Quant is positioned in the industry to help governments and organizations build distributed ledger systems whether it be a traditional blockchain or CBDC technology. Central Bank Digital Currencies, or CBDCs, are usually tokenized versions of fiat currencies, like the dollar or the pound.

"The transactional data on chain is on an interbank network that is looking at the actual API calls,” he said. “It's looking at the values, but not personal identifiable information.”

The UK CBDC, known as the Digital Pound, will be "private but not anonymous" affirmed the director responsible for Central Bank Digital Currency at the Bank of England, Tom Mutton.

"The reason for that is we think that it's important that there is some level of identity information, to make sure that there are no opportunities for fraud or financial crime," Mutton said. "But none of that identity information will be passed to the Bank of England."

Verdian also sees CBDCs as a unique opportunity for the legacy issue of fraud to be "solved."

"Fraud is an exponentially growing problem [...] we've been battling fraud for decades," he said. "In this new form of technology, we can actually build in fraud protection at the money, at the network level."


In the current system, he explained, each bank is isolated from the other making tackling fraud more difficult.
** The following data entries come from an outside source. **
/**
 * The live source sweep behind the Sweep view: keeps each station's recent source samples
 * (vin, iin and the `tpanel` channel), and for the stations a view watches runs the sweep
 * engine over them now and then and pushes the points with the engine's report. The analysis
 * runs in a worker thread (./sweep-analyst.ts), one at a time per station, spaced by several
 * times its own duration so a long sweep does not keep a core busy.
 */
import type { SweepReport } from '@shared/engine/sweep';
import type { TimedSample } from '@shared/engine/types';
import type { SweepPayload } from '@shared/ipc/payloads';
import type { ResolvedProfile } from '@shared/chemistry/types';
import { SweepAnalyst } from './sweep-analyst';
import type { SweepJob } from './sweep-job';

/** Source samples kept per station: the last 40 minutes at up to one sample a second. */
const KEEP_S = 40 * 60;
const MIN_STEP_S = 1;
/** How often a watched station's points are pushed, and the least spacing of analyses. */
const PUSH_EVERY_MS = 1000;
const MIN_ANALYSIS_SPACING_MS = 2000;
/** An analysis waits at least this many times its own last duration (bounds the CPU it takes). */
const ANALYSIS_DUTY = 4;

interface Kept {
  tS: number;
  vinV: number;
  iinA: number;
  tpanelC: number | null;
}

interface Watched {
  /** New points to push, and new points the last report has not seen. */
  dirty: boolean;
  stale: boolean;
  lastAnalysisMs: number;
  lastDurationMs: number;
  report: SweepReport | null;
  /** An analysis of this station is running. */
  analysing: Promise<void> | null;
  /** Bumped when the kept points stop applying (a new run): a running analysis is then stale. */
  generation: number;
}

export interface SweepWatchOptions {
  profileOf(stationId: string): ResolvedProfile | null;
  emit(payload: SweepPayload): void;
  nowMs?: () => number;
  /** Where analyses run; default a worker thread. */
  analyst?: SweepAnalyst;
}

export class SweepWatch {
  private readonly kept = new Map<string, Kept[]>();
  private readonly watched = new Map<string, Watched>();
  private timer: NodeJS.Timeout | null = null;
  private readonly nowMs: () => number;
  private readonly analyst: SweepAnalyst;

  constructor(private readonly options: SweepWatchOptions) {
    this.nowMs = options.nowMs ?? (() => performance.now());
    this.analyst = options.analyst ?? new SweepAnalyst();
  }

  addSample(stationId: string, s: TimedSample): void {
    if (s.vinV === undefined || s.iinA === undefined) return;
    let list = this.kept.get(stationId);
    if (!list) {
      list = [];
      this.kept.set(stationId, list);
    }
    const last = list[list.length - 1];
    if (last && s.t < last.tS)
      list.length = 0; // a new run: a new time axis
    else if (last && s.t - last.tS < MIN_STEP_S) return;
    const tp = s.extra.tpanel;
    list.push({ tS: s.t, vinV: s.vinV, iinA: s.iinA, tpanelC: typeof tp === 'number' ? tp : null });
    // Drop the oldest in one splice once a tenth of the window has piled up beyond it.
    if (list[0].tS < s.t - KEEP_S * 1.1)
      list.splice(
        0,
        list.findIndex((k) => k.tS >= s.t - KEEP_S),
      );
    const w = this.watched.get(stationId);
    if (w) w.dirty = w.stale = true;
  }

  /** Start watching; resolves with the first payload, analysed over the points kept so far. */
  async watch(stationId: string): Promise<SweepPayload> {
    let w = this.watched.get(stationId);
    if (!w) {
      w = {
        dirty: false,
        stale: false,
        lastAnalysisMs: -Infinity,
        lastDurationMs: 0,
        report: null,
        analysing: null,
        generation: 0,
      };
      this.watched.set(stationId, w);
    }
    this.timer ??= setInterval(() => this.tick(), PUSH_EVERY_MS);
    // A running analysis may have started before the latest points: analyse again after it.
    if (w.analysing) await w.analysing;
    // A new run replacing the points meanwhile drops the result: analyse its points then.
    for (let tries = 0; tries < 3 && (tries === 0 || !w.report); tries++) await this.analyse(stationId, w);
    if (!w.report) throw new Error(`the sweep of station "${stationId}" kept changing run; ask again`);
    return this.payload(stationId, w, w.report);
  }

  unwatch(stationId: string): void {
    this.watched.delete(stationId);
    if (this.watched.size === 0 && this.timer) {
      clearInterval(this.timer);
      this.timer = null;
    }
  }

  /** A new run (profile changed) or a removed station: its old points no longer apply. */
  forget(stationId: string, removed: boolean): void {
    this.kept.delete(stationId);
    const w = this.watched.get(stationId);
    if (w) {
      w.report = null;
      w.generation++;
    }
    if (removed) this.unwatch(stationId);
  }

  close(): void {
    this.analyst.close();
    if (this.timer) clearInterval(this.timer);
    this.timer = null;
    this.watched.clear();
    this.kept.clear();
  }

  private tick(): void {
    for (const [stationId, w] of this.watched) {
      if (!w.dirty) continue;
      const due =
        this.nowMs() - w.lastAnalysisMs >=
        Math.max(MIN_ANALYSIS_SPACING_MS, ANALYSIS_DUTY * w.lastDurationMs);
      if ((due || !w.report) && !w.analysing) {
        // The points go out with the new report when it is ready.
        w.dirty = false;
        void this.analyse(stationId, w).then(
          () => {
            if (w.report && this.watched.get(stationId) === w)
              this.options.emit(this.payload(stationId, w, w.report));
          },
          () => {
            /* closed meanwhile */
          },
        );
      } else if (w.report) {
        w.dirty = false;
        this.options.emit(this.payload(stationId, w, w.report));
      }
    }
  }

  /** One analysis of the points kept now; a result for points a new run replaced is dropped. */
  private analyse(stationId: string, w: Watched): Promise<void> {
    const list = this.kept.get(stationId) ?? [];
    const profile = this.options.profileOf(stationId);
    const job: SweepJob = {
      tS: Float64Array.from(list, (k) => k.tS),
      vinV: Float64Array.from(list, (k) => k.vinV),
      iinA: Float64Array.from(list, (k) => k.iinA),
      tpanelC: Float64Array.from(list, (k) => k.tpanelC ?? NaN),
      options: {
        setpointV: profile?.inputSetpointV ?? null,
        panelTempCoeffPctPerC: profile?.panelTempCoeffPctPerC ?? null,
      },
    };
    const generation = w.generation;
    const started = this.nowMs();
    const running = this.analyst.analyse(job).then((report) => {
      w.lastAnalysisMs = this.nowMs();
      w.lastDurationMs = w.lastAnalysisMs - started;
      if (w.generation !== generation) {
        w.dirty = true; // points of a new run arrived meanwhile: analyse those next
        return;
      }
      w.report = report;
      w.stale = false;
    });
    const settled = running.finally(() => {
      if (w.analysing === settled) w.analysing = null;
    });
    w.analysing = settled;
    return settled;
  }

  private payload(stationId: string, w: Watched, report: SweepReport): SweepPayload {
    const list = this.kept.get(stationId) ?? [];
    const profile = this.options.profileOf(stationId);
    return {
      stationId,
      points: {
        tS: list.map((k) => k.tS),
        vV: list.map((k) => k.vinV),
        pW: list.map((k) => k.vinV * k.iinA),
      },
      // The set point shown is the profile's now, even between analyses.
      report: { ...report, setpointV: profile?.inputSetpointV ?? null },
    };
  }
}
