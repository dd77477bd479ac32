/**
 * Assembles one backend: the recorder, the station manager, the stations asked for on the
 * command line and the API service. `taperline serve` and the Electron backend child both
 * start exactly this, so the desktop app and the web mode cannot drift apart.
 */
import { readValidatedProfileJson } from '../cli/profile-file';
import { openRecorder, defaultDbPath } from '../recorder';
import type { Recorder } from '../recorder/types';
import { createStationManager } from '../station';
import { defaultMakeSource } from '../station/sources';
import type { StationConfig, StationManager, StationSnapshot } from '../station/types';
import { getScenario } from '../simulator/scenarios';
import { parseReplayScenario, replayScenarioName, ReplaySource } from './replay-source';
import { createAppService, RequestError, type AppService, type AppServiceOptions } from './service';
import { combineStationManagers } from './station-set';

export interface BackendOptions {
  /** Recording database; default the user's data folder. null = do not record. */
  dbPath?: string | null;
  /** Start a simulated station running this scenario. */
  simulate?: { scenario: string; speedup?: number };
  /** Start a station on a serial port. `profilePath` is a profile JSON file. */
  serial?: { path: string; baudRate: number; profilePath: string };
  exportMode?: AppServiceOptions['exportMode'];
  writeCsvFile?: AppServiceOptions['writeCsvFile'];
  writeReportFile?: AppServiceOptions['writeReportFile'];
}

export interface Backend {
  stations: StationManager;
  recorder: Recorder | null;
  service: AppService;
  /** Close every run as stopped, flush and close the database. Safe to call twice. */
  stop(): Promise<void>;
}

/** A start-up problem a person caused (bad scenario, unreadable profile): one sentence. */
export class BackendStartError extends Error {
  override name = 'BackendStartError';
}

export async function startBackend(options: BackendOptions): Promise<Backend> {
  const recorder = options.dbPath === null ? null : openRecorder(options.dbPath ?? defaultDbPath());
  const now = () => Date.now() / 1000;
  const live = createStationManager({ recorder, now });
  // Replays read a recorded run again; they run in a manager that does not record.
  const replays = createStationManager({
    recorder: null,
    now,
    makeSource: (config) => {
      if (config.kind !== 'simulator') return defaultMakeSource(config, { now });
      const replay = parseReplayScenario(config.scenario);
      if (!replay) return defaultMakeSource(config, { now });
      if (!recorder) throw new Error('replaying needs the recording database, and recording is off');
      return new ReplaySource(recorder, replay.runId, replay.max ? null : (config.speedup ?? 1), now);
    },
  });
  const isReplay = (config: StationConfig) =>
    config.source.kind === 'simulator' && parseReplayScenario(config.source.scenario) !== null;
  const stations = combineStationManagers(live, replays, isReplay);
  let replayCount = 0;
  const replayRun = async (runId: number, speed: number | 'max'): Promise<StationSnapshot> => {
    if (!recorder) throw new RequestError('replaying needs the recording database, and recording is off');
    const run = recorder.getRun(runId);
    if (!run) throw new RequestError(`no recorded run ${runId}`);
    replayCount++;
    return stations.addStation({
      id: `replay-${runId}-${replayCount}`,
      label: `Replay of run ${runId} (${run.stationLabel || run.stationId})`,
      source: {
        kind: 'simulator',
        scenario: replayScenarioName(runId, speed),
        speedup: speed === 'max' ? undefined : speed,
      },
      profile: recorder.profileOf(runId),
    });
  };
  const service = createAppService({
    stations,
    recorder,
    replayRun,
    exportMode: options.exportMode,
    writeCsvFile: options.writeCsvFile,
    writeReportFile: options.writeReportFile,
  });
  let stopped: Promise<void> | null = null;
  const stop = () =>
    (stopped ??= (async () => {
      service.close();
      await stations.close();
      const closed = recorder?.close();
      // Rows a full disk kept out of the database: say how many and where they were saved.
      if (closed && closed.unwritten > 0) {
        process.stderr.write(
          `taperline: ${closed.unwritten} rows could not be written (${closed.reason}); ${closed.spill !== null ? `saved to ${closed.spill}, imported at the next open` : `not saved either (${closed.spillError})`}\n`,
        );
        process.exitCode = 1;
      }
    })());

  try {
    for (const config of initialStations(options)) await stations.addStation(config);
  } catch (err) {
    await stop();
    throw err instanceof BackendStartError ? err : new BackendStartError((err as Error).message);
  }
  return { stations, recorder, service, stop };
}

function initialStations(options: BackendOptions): StationConfig[] {
  const configs: StationConfig[] = [];
  if (options.simulate) {
    let scenario;
    try {
      scenario = getScenario(options.simulate.scenario);
    } catch (err) {
      throw new BackendStartError((err as Error).message);
    }
    configs.push({
      id: `sim-${scenario.name}`.slice(0, 64),
      label: `Simulated: ${scenario.name}`,
      source: { kind: 'simulator', scenario: scenario.name, speedup: options.simulate.speedup },
      profile: scenario.profile,
    });
  }
  if (options.serial) {
    configs.push({
      id: 'bench-1',
      label: options.serial.path,
      source: { kind: 'serial', path: options.serial.path, baudRate: options.serial.baudRate },
      // Throws a one-line error naming the file (or the bad key); startBackend reports it.
      profile: readValidatedProfileJson(options.serial.profilePath),
    });
  }
  return configs;
}
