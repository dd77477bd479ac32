/**
 * The live source sweep behind the Sweep view: keeps each station's recent source samples
 * (vin, iin and the `tpanel` channel), and for the stations a view watches runs the sweep
 * engine over them now and then and pushes the points with the engine's report. The analysis
 * runs in this process's event loop, so it is spaced by several times its own duration.
 */
import { analyseSweep, type SweepReport } from '@shared/engine/sweep';
import type { TimedSample } from '@shared/engine/types';
import type { SweepPayload } from '@shared/ipc/payloads';
import type { ResolvedProfile } from '@shared/chemistry/types';

/** Source samples kept per station: the last 40 minutes at up to one sample a second. */
const KEEP_S = 40 * 60;
const MIN_STEP_S = 1;
/** How often a watched station's points are pushed, and the least spacing of analyses. */
const PUSH_EVERY_MS = 1000;
const MIN_ANALYSIS_SPACING_MS = 2000;
/** An analysis waits at least this many times its own last duration (keeps the loop responsive). */
const ANALYSIS_DUTY = 4;

interface Kept {
  tS: number;
  vinV: number;
  iinA: number;
  tpanelC: number | null;
}

interface Watched {
  /** New points to push, and new points the last report has not seen. */
  dirty: boolean;
  stale: boolean;
  lastAnalysisMs: number;
  lastDurationMs: number;
  report: SweepReport | null;
}

export interface SweepWatchOptions {
  profileOf(stationId: string): ResolvedProfile | null;
  emit(payload: SweepPayload): void;
  nowMs?: () => number;
}

export class SweepWatch {
  private readonly kept = new Map<string, Kept[]>();
  private readonly watched = new Map<string, Watched>();
  private timer: NodeJS.Timeout | null = null;
  private readonly nowMs: () => number;

  constructor(private readonly options: SweepWatchOptions) {
    this.nowMs = options.nowMs ?? (() => performance.now());
  }

  addSample(stationId: string, s: TimedSample): void {
    if (s.vinV === undefined || s.iinA === undefined) return;
    let list = this.kept.get(stationId);
    if (!list) {
      list = [];
      this.kept.set(stationId, list);
    }
    const last = list[list.length - 1];
    if (last && s.t < last.tS)
      list.length = 0; // a new run: a new time axis
    else if (last && s.t - last.tS < MIN_STEP_S) return;
    const tp = s.extra.tpanel;
    list.push({ tS: s.t, vinV: s.vinV, iinA: s.iinA, tpanelC: typeof tp === 'number' ? tp : null });
    // Drop the oldest in one splice once a tenth of the window has piled up beyond it.
    if (list[0].tS < s.t - KEEP_S * 1.1)
      list.splice(
        0,
        list.findIndex((k) => k.tS >= s.t - KEEP_S),
      );
    const w = this.watched.get(stationId);
    if (w) w.dirty = w.stale = true;
  }

  /** Start watching; returns the payload now (analysed at once). */
  watch(stationId: string): SweepPayload {
    let w = this.watched.get(stationId);
    if (!w) {
      w = { dirty: false, stale: false, lastAnalysisMs: -Infinity, lastDurationMs: 0, report: null };
      this.watched.set(stationId, w);
    }
    this.timer ??= setInterval(() => this.tick(), PUSH_EVERY_MS);
    return this.payload(stationId, w, true);
  }

  unwatch(stationId: string): void {
    this.watched.delete(stationId);
    if (this.watched.size === 0 && this.timer) {
      clearInterval(this.timer);
      this.timer = null;
    }
  }

  /** A new run (profile changed) or a removed station: its old points no longer apply. */
  forget(stationId: string, removed: boolean): void {
    this.kept.delete(stationId);
    const w = this.watched.get(stationId);
    if (w) w.report = null;
    if (removed) this.unwatch(stationId);
  }

  close(): void {
    if (this.timer) clearInterval(this.timer);
    this.timer = null;
    this.watched.clear();
    this.kept.clear();
  }

  private tick(): void {
    for (const [stationId, w] of this.watched) {
      if (!w.dirty) continue;
      w.dirty = false;
      const due =
        this.nowMs() - w.lastAnalysisMs >=
        Math.max(MIN_ANALYSIS_SPACING_MS, ANALYSIS_DUTY * w.lastDurationMs);
      this.options.emit(this.payload(stationId, w, due));
    }
  }

  private payload(stationId: string, w: Watched, analyse: boolean): SweepPayload {
    const list = this.kept.get(stationId) ?? [];
    const profile = this.options.profileOf(stationId);
    if (analyse || !w.report) {
      const started = this.nowMs();
      const samples: TimedSample[] = list.map((k) => ({
        t: k.tS,
        rxS: k.tS,
        vinV: k.vinV,
        iinA: k.iinA,
        extra: (k.tpanelC === null ? {} : { tpanel: k.tpanelC }) as Record<string, number>,
      }));
      w.report = analyseSweep(samples, {
        setpointV: profile?.inputSetpointV ?? null,
        panelTempCoeffPctPerC: profile?.panelTempCoeffPctPerC ?? null,
      });
      w.lastAnalysisMs = this.nowMs();
      w.lastDurationMs = w.lastAnalysisMs - started;
      w.stale = false;
    }
    return {
      stationId,
      points: {
        tS: list.map((k) => k.tS),
        vV: list.map((k) => k.vinV),
        pW: list.map((k) => k.vinV * k.iinA),
      },
      // The set point shown is the profile's now, even between analyses.
      report: { ...w.report, setpointV: profile?.inputSetpointV ?? null },
    };
  }
}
With "privacy-enabled CBDCs," the relevant bodies will be able to get a more holistic view of the system enabling them to prevent and punish fraud in a new way.

UK’s digital pound push

No official decision to build a digital pound has been made, yet.

But if they do, "around the end of the decade" would be the earliest point it'd be released to the public, Mutton said.

"You wouldn't have an account at the Bank of England, you would be accessing the services through a private sector-provided digital wallet or smart card," he told the panel. "Really importantly, cash will be available for as long as people wish to use it. And that's a very firm commitment from both the bank and the government."

Mutton also added that a digital pound wouldn’t be programmable, adding restrictions to how much money could be spent or where that money could be spent. Instead, programmability is something the private sector will be allowed to explore with consent from users.

Mutton confirmed that the Bank of England had been experimenting with the Digital Pound and explained that Quant has been an important participant in these experiments.

The next step for the Digital Pound project will be the "design phase," and here experimentation will be at the center of the project.